### TASK TO COMPLETE
Using the material that follows, output exactly the lines from the one containing "declare organisationId: number" through the one containing "declare updatedAt: CreationOptional<Date>", with both ends kept.
——
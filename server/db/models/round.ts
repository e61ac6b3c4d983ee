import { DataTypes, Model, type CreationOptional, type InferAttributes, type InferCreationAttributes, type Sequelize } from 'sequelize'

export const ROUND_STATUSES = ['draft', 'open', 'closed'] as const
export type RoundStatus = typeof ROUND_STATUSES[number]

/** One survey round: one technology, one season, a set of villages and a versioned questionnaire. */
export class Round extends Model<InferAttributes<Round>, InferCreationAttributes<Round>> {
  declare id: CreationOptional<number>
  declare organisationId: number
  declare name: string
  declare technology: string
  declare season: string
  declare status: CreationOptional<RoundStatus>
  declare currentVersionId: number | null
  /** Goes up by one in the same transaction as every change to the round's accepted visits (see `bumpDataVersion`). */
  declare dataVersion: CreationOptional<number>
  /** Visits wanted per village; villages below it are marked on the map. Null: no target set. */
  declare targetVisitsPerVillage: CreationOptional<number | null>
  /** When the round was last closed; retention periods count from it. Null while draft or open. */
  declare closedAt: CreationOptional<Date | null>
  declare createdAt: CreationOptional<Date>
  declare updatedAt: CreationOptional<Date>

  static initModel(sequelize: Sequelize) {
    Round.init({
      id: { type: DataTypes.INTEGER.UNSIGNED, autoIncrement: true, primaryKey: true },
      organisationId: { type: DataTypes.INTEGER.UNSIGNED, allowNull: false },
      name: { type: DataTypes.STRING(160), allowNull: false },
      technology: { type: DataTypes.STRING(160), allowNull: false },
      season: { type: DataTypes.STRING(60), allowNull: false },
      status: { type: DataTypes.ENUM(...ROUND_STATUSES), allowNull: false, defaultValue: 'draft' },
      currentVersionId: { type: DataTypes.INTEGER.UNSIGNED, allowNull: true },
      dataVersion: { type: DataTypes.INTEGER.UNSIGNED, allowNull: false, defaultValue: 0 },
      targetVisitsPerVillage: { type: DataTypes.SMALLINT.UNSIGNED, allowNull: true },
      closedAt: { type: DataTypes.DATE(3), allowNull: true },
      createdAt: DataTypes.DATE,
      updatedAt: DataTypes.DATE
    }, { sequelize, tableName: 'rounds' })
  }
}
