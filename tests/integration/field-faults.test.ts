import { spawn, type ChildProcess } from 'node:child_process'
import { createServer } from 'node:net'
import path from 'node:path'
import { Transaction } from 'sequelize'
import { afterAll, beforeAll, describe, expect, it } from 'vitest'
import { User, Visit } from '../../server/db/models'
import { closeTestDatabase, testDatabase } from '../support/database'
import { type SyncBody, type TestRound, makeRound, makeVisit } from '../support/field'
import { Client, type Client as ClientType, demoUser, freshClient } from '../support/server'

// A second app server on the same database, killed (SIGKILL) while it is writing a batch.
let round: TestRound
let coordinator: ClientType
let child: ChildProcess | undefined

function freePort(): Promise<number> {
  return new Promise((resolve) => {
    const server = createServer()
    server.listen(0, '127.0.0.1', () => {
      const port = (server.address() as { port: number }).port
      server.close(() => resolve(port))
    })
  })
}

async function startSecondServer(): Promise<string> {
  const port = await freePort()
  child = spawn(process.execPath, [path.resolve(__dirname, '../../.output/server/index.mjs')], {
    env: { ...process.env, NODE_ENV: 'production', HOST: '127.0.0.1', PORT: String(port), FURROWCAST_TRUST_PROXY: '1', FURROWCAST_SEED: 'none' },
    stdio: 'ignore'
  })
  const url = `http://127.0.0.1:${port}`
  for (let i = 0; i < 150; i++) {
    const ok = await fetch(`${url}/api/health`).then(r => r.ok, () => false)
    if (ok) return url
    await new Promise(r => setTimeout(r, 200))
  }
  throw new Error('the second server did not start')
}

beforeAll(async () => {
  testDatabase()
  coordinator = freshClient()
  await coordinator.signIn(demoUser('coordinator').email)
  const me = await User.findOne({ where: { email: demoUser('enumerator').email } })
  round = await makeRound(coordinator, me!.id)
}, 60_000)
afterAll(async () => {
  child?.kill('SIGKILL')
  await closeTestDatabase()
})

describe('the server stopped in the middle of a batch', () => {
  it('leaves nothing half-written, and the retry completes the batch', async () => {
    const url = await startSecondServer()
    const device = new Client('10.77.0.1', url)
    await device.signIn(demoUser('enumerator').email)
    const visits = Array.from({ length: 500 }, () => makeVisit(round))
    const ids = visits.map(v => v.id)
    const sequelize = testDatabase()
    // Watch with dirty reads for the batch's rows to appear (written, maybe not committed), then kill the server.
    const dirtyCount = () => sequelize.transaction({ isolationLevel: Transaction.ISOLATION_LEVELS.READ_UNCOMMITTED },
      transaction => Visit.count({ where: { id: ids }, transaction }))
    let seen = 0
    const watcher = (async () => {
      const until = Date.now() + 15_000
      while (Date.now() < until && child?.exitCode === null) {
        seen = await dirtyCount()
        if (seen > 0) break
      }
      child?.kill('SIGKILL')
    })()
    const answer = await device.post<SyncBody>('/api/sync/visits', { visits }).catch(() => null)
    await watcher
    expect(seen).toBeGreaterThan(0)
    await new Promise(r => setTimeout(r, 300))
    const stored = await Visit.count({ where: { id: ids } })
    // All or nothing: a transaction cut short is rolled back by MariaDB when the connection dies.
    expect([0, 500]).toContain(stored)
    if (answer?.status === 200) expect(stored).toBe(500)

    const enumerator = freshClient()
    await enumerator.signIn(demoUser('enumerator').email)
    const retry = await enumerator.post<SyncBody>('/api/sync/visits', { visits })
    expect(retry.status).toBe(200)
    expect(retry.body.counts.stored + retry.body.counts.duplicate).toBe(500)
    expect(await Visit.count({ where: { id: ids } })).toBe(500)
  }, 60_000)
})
——
### WRITTEN RESPONSE
  declare organisationId: number
  declare name: string
  declare technology: string
  declare season: string
  declare status: CreationOptional<RoundStatus>
  declare currentVersionId: number | null
  /** Goes up by one in the same transaction as every change to the round's accepted visits (see `bumpDataVersion`). */
  declare dataVersion: CreationOptional<number>
  /** Visits wanted per village; villages below it are marked on the map. Null: no target set. */
  declare targetVisitsPerVillage: CreationOptional<number | null>
  /** When the round was last closed; retention periods count from it. Null while draft or open. */
  declare closedAt: CreationOptional<Date | null>
  declare createdAt: CreationOptional<Date>
  declare updatedAt: CreationOptional<Date>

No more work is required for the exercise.